*** Opening of Dataset extract ***

bool RuntimeModel::MaybeRebalance(std::uint64_t id) {
  if (!many()) return true;
  const auto& cfg = scenario_.readers();
  if (log()) {
    // A closed span committed to its end is done: released, so that its
    // partition can take a tail again.
    for (std::uint32_t r : LiveReaders()) {
      std::vector<std::uint32_t> done;
      for (const auto& [p, span] : R(r).spans) {
        if (span.end.has_value() && span.committed_next >= *span.end) done.push_back(p);
      }
      if (!SendRevoke(r, done, "done", false)) return false;
    }
    auto d = faults_.Decide(v1::CHECKPOINT, id, v1::FaultDecision::kMove, now_, [&](v1::FaultDecision* out) {
      if (!faults_.Chance("move", id, cfg.move_rate())) return false;
      std::vector<std::pair<std::uint32_t, std::uint32_t>> held;  // (reader, partition)
      for (std::uint32_t r : LiveReaders()) {
        for (const auto& [p, s] : R(r).spans) held.emplace_back(r, p);
      }
      if (held.empty()) return false;
      const auto [from, p] = held[faults_.Int("move.span", id, 0, static_cast<std::int64_t>(held.size()) - 1)];
      const auto to = PickReceiver(p, from, "move.to", id);
      if (!to.has_value()) return false;
      auto* m = out->mutable_move();
      m->set_partition(p);
      m->set_from_reader(from);
      m->set_to_reader(*to);
      m->set_crash_in_revoke(faults_.Chance("move_crash", id, cfg.move_crash_rate()));
      return true;
    });
    if (d.has_value()) {
      const v1::Move& m = d->move();
      const std::uint32_t p = m.partition();
      if (m.from_reader() < readers_.size() && m.to_reader() < readers_.size() && m.from_reader() != m.to_reader() &&
          R(m.from_reader()).live && R(m.to_reader()).live && R(m.from_reader()).spans.contains(p) &&
          !R(m.to_reader()).spans.contains(p)) {
        const HeldSpan span = R(m.from_reader()).spans.at(p);
        ++moves_;
        if (!SendRevoke(m.from_reader(), {p}, "move", m.crash_in_revoke())) return false;
        if (!SendAssign(m.to_reader(), {{p, span}}, "move")) return false;
      }
    }
  }
  auto d = faults_.Decide(v1::CHECKPOINT, id, v1::FaultDecision::kMembership, now_, [&](v1::FaultDecision* out) {
    if (!faults_.Chance("membership", id, cfg.membership_rate())) return false;
    const std::vector<std::uint32_t> live = LiveReaders();
    std::vector<std::uint32_t> out_now;
    for (std::uint32_t r = 0; r < readers_.size(); ++r) {
      if (!R(r).live) out_now.push_back(r);
    }
    const bool join = !out_now.empty() && (live.size() <= 1 || faults_.Int("membership.kind", id, 0, 1) == 0);
    if (!join && live.size() <= 1) return false;
    const auto& pool = join ? out_now : live;
    auto* m = out->mutable_membership();
    m->set_reader(pool[faults_.Int("membership.reader", id, 0, static_cast<std::int64_t>(pool.size()) - 1)]);
    m->set_joins(join);
    return true;
  });
  if (!d.has_value() || d->membership().reader() >= readers_.size()) return true;
  const std::uint32_t who = d->membership().reader();
  if (d->membership().joins()) {
    if (R(who).live) return true;
    ++joins_;
    R(who).committed.reset();  // a reader that joins starts fresh
    R(who).spans.clear();
    if (!StartIncarnation(who)) return false;
    {
      auto& e = trace_.Append(now_);
      e.mutable_reader_joined();
      trace_.Commit();
    }
    if (!log()) return true;
    // It takes spans from the readers holding the most, down to a fair share.
    const std::vector<std::uint32_t> live = LiveReaders();
    std::size_t total = 0;
    for (std::uint32_t r : live) total += R(r).spans.size();
    const std::size_t share = total / live.size();
    while (R(who).spans.size() < share) {
      std::uint32_t richest = who;
      for (std::uint32_t r : live) {
        if (r != who && R(r).spans.size() > R(richest).spans.size()) richest = r;
      }
      if (richest == who || R(richest).spans.size() <= share) break;
      // Its last span of a partition the joiner does not hold.
      std::optional<std::uint32_t> p;
      for (auto it = R(richest).spans.rbegin(); it != R(richest).spans.rend(); ++it) {
        if (!R(who).spans.contains(it->first)) {
          p = it->first;
          break;
        }
      }
      if (!p.has_value()) break;
      const HeldSpan span = R(richest).spans.at(*p);
      if (!SendRevoke(richest, {*p}, "join", false)) return false;
      if (!SendAssign(who, {{*p, span}}, "join")) return false;
    }
    return true;
  }
  if (!R(who).live || LiveReaders().size() <= 1) return true;
  // Leaving: every span must find a reader that holds none of its partition.
  std::vector<std::pair<std::uint32_t, std::uint32_t>> to;  // (partition, receiver)
  std::uint64_t salt = 0;
  for (const auto& [p, s] : R(who).spans) {
    auto receiver = PickReceiver(p, who, "leave.to", id * 1024 + salt++);
    if (!receiver.has_value()) return true;  // nowhere to put it: it stays
    to.emplace_back(p, *receiver);
  }
  ++leaves_;
  std::vector<std::pair<std::uint32_t, HeldSpan>> spans(R(who).spans.begin(), R(who).spans.end());
  std::vector<std::uint32_t> partitions;
  for (const auto& [p, s] : spans) partitions.push_back(p);
  if (!SendRevoke(who, partitions, "leave", false)) return false;
  Select(who);
  R(who).port->Kill();
  R(who).live = false;
  R(who).open_epoch.clear();  // empty: the checkpoint just took it
  {
    auto& e = trace_.Append(now_);
    e.mutable_reader_left();
    trace_.Commit();
  }
  for (std::size_t i = 0; i < spans.size(); ++i) {
    if (!SendAssign(to[i].second, {spans[i]}, "leave")) return false;
  }
  return true;
}

bool RuntimeModel::DoStep(std::uint32_t r) {
  const std::uint64_t k = ++step_;
  Select(r);
  bool cut_crashed = false;
  if (!MaybeCut(r, k, &cut_crashed)) return false;
  if (cut_crashed) return true;
  Select(r);
  Reader& reader = R(r);
  std::optional<v1::Crash> crash;
  if (auto d = faults_.Decide(v1::STEP, k, v1::FaultDecision::kCrash, now_, [&](v1::FaultDecision* out) {
        if (!faults_.Chance("crash", k, faults_.config().crash_rate())) {
          return false;
        }
        out->mutable_crash()->set_point(v1::BEFORE_STEP);
        return true;
      })) {
    crash = d->crash();
  }
  if (crash.has_value() && crash->point() == v1::BEFORE_STEP) {
    return CrashAndRestart(r, CrashPointName(v1::BEFORE_STEP));
  }
  const bool in_step = crash.has_value() && crash->point() == v1::IN_STEP_AFTER_BROKER_CALL;
  if (in_step) gate_.Arm(CrashGate::Count::kAnyCall, crash->after_calls());

  v1::AdvanceRequest request;
  request.set_step(k);
  const VirtualTime asked_at = now_;
  v1::AdvanceResponse response;
  ConnectorFailure f = Call(&ConnectorPort::Advance, request, &response);
  const bool fired = gate_.fired();
  gate_.Disarm();
  // The gate decides, not the failure kind: a port that let the call finish
  // anyway still gets its incarnation killed and its answer discarded.
  if (fired) return CrashAndRestart(r, CrashPointName(v1::IN_STEP_AFTER_BROKER_CALL));
  if (!f.ok()) {
    TraceFailure("Advance", f);
    return false;
  }
  crashes_since_step_ = 0;
  std::uint32_t accepted = 0;
  std::string why;
  // Gaps first: a reader reports what it skips before the records after it.
  for (const v1::Gap& gap : response.gaps()) {
    v1::Record last;
    last.set_partition(gap.partition());
    last.set_offset(gap.to_offset() - 1);
    if (gap.from_offset() >= gap.to_offset() || !broker_.Identify(last, &why).has_value()) {
      TraceProtocolError("Advance", "gap [" + std::to_string(gap.from_offset()) + ", " +
                                        std::to_string(gap.to_offset()) + ") of partition " +
                                        std::to_string(gap.partition()) + " is empty or names offsets never appended");
      continue;
    }
    auto& e = trace_.Append(now_);
    auto* x = e.mutable_gap_reported();
    x->set_partition(gap.partition());
    x->set_from_offset(gap.from_offset());
    x->set_to_offset(gap.to_offset());
    x->set_step(k);
    trace_.Commit();
    if (auto it = reader.spans.find(gap.partition()); it != reader.spans.end()) {
      it->second.emitted_next = std::max(it->second.emitted_next, gap.to_offset());
    }
  }
  for (const v1::Record& rec : response.records()) {
    const std::optional<RecordKey> key = broker_.Identify(rec, &why);
    if (!key.has_value()) {
      TraceProtocolError("Advance", "record " + why);
      continue;
    }
    reader.open_epoch.push_back(*key);
    ++accepted;
    auto& e = trace_.Append(now_);
    auto* x = e.mutable_emitted();
    if (rec.has_offset()) {
      x->set_partition(rec.partition());
      x->set_offset(rec.offset());
      if (auto it = reader.spans.find(rec.partition()); it != reader.spans.end()) {
        it->second.emitted_next = std::max(it->second.emitted_next, rec.offset() + 1);
      }
    } else {
      x->set_message_id(rec.message_id());
    }
    x->set_event_time_ns(rec.event_time_ns());
    x->set_step(k);
    trace_.Commit();
  }
  if (response.has_watermark_ns()) reader.watermark = response.watermark_ns();

  VirtualTime resume_at = now_;
  if (response.next_case() == v1::AdvanceResponse::kResumeAtNs) {
    resume_at = response.resume_at_ns();
    if (resume_at < asked_at) {
      TraceProtocolError("Advance",
                         "resume_at " + FormatTime(resume_at) + " is before the step's now " + FormatTime(asked_at));
    }
    resume_at = std::max(resume_at, now_);
  } else if (response.next_case() == v1::AdvanceResponse::kFinished) {
    reader.finished = response.finished();
  }

  auto& e = trace_.Append(now_);
  auto* x = e.mutable_stepped();
  x->set_step(k);
  x->set_records(accepted);
  if (response.has_watermark_ns()) x->set_watermark_ns(response.watermark_ns());
  x->set_resume_at_ns(reader.finished ? kNever : resume_at);
  x->set_finished(reader.finished);
  x->set_broker_idle(broker_.IdleAt(now_));  // for the oracle's watermark-stall rule
  if (many()) {
    std::optional<VirtualTime> combined;
    bool all = true;
    for (std::uint32_t i : LiveReaders()) {
      if (!R(i).watermark.has_value()) {
        all = false;
        break;
      }
      combined = combined.has_value() ? std::min(*combined, *R(i).watermark) : *R(i).watermark;
    }
    if (all && combined.has_value()) x->set_combined_watermark_ns(*combined);
  }
  trace_.Commit();

  if (!reader.finished) {
    if (resume_at != asked_at) {
      reader.same_time_steps = 0;
    } else if (Livelocked(reader)) {
      return false;
    }
    PushStep(resume_at, r);
  }
  const std::uint64_t every = scenario_.runtime().checkpoint_every_records();
  if (every > 0) {
    std::size_t open = 0;
    for (const Reader& each : readers_) open += each.open_epoch.size();
    if (open >= every) return DoCheckpointCycle();
  }
  return true;
}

*** Close of Dataset extract ***

> **Problem details**: All lines above with the word "Chance" need to be reported.

> **Solution to the exercise**:
      if (!faults_.Chance("move", id, cfg.move_rate())) return false;
      m->set_crash_in_revoke(faults_.Chance("move_crash", id, cfg.move_crash_rate()));
    if (!faults_.Chance("membership", id, cfg.membership_rate())) return false;
        if (!faults_.Chance("crash", k, faults_.config().crash_rate())) {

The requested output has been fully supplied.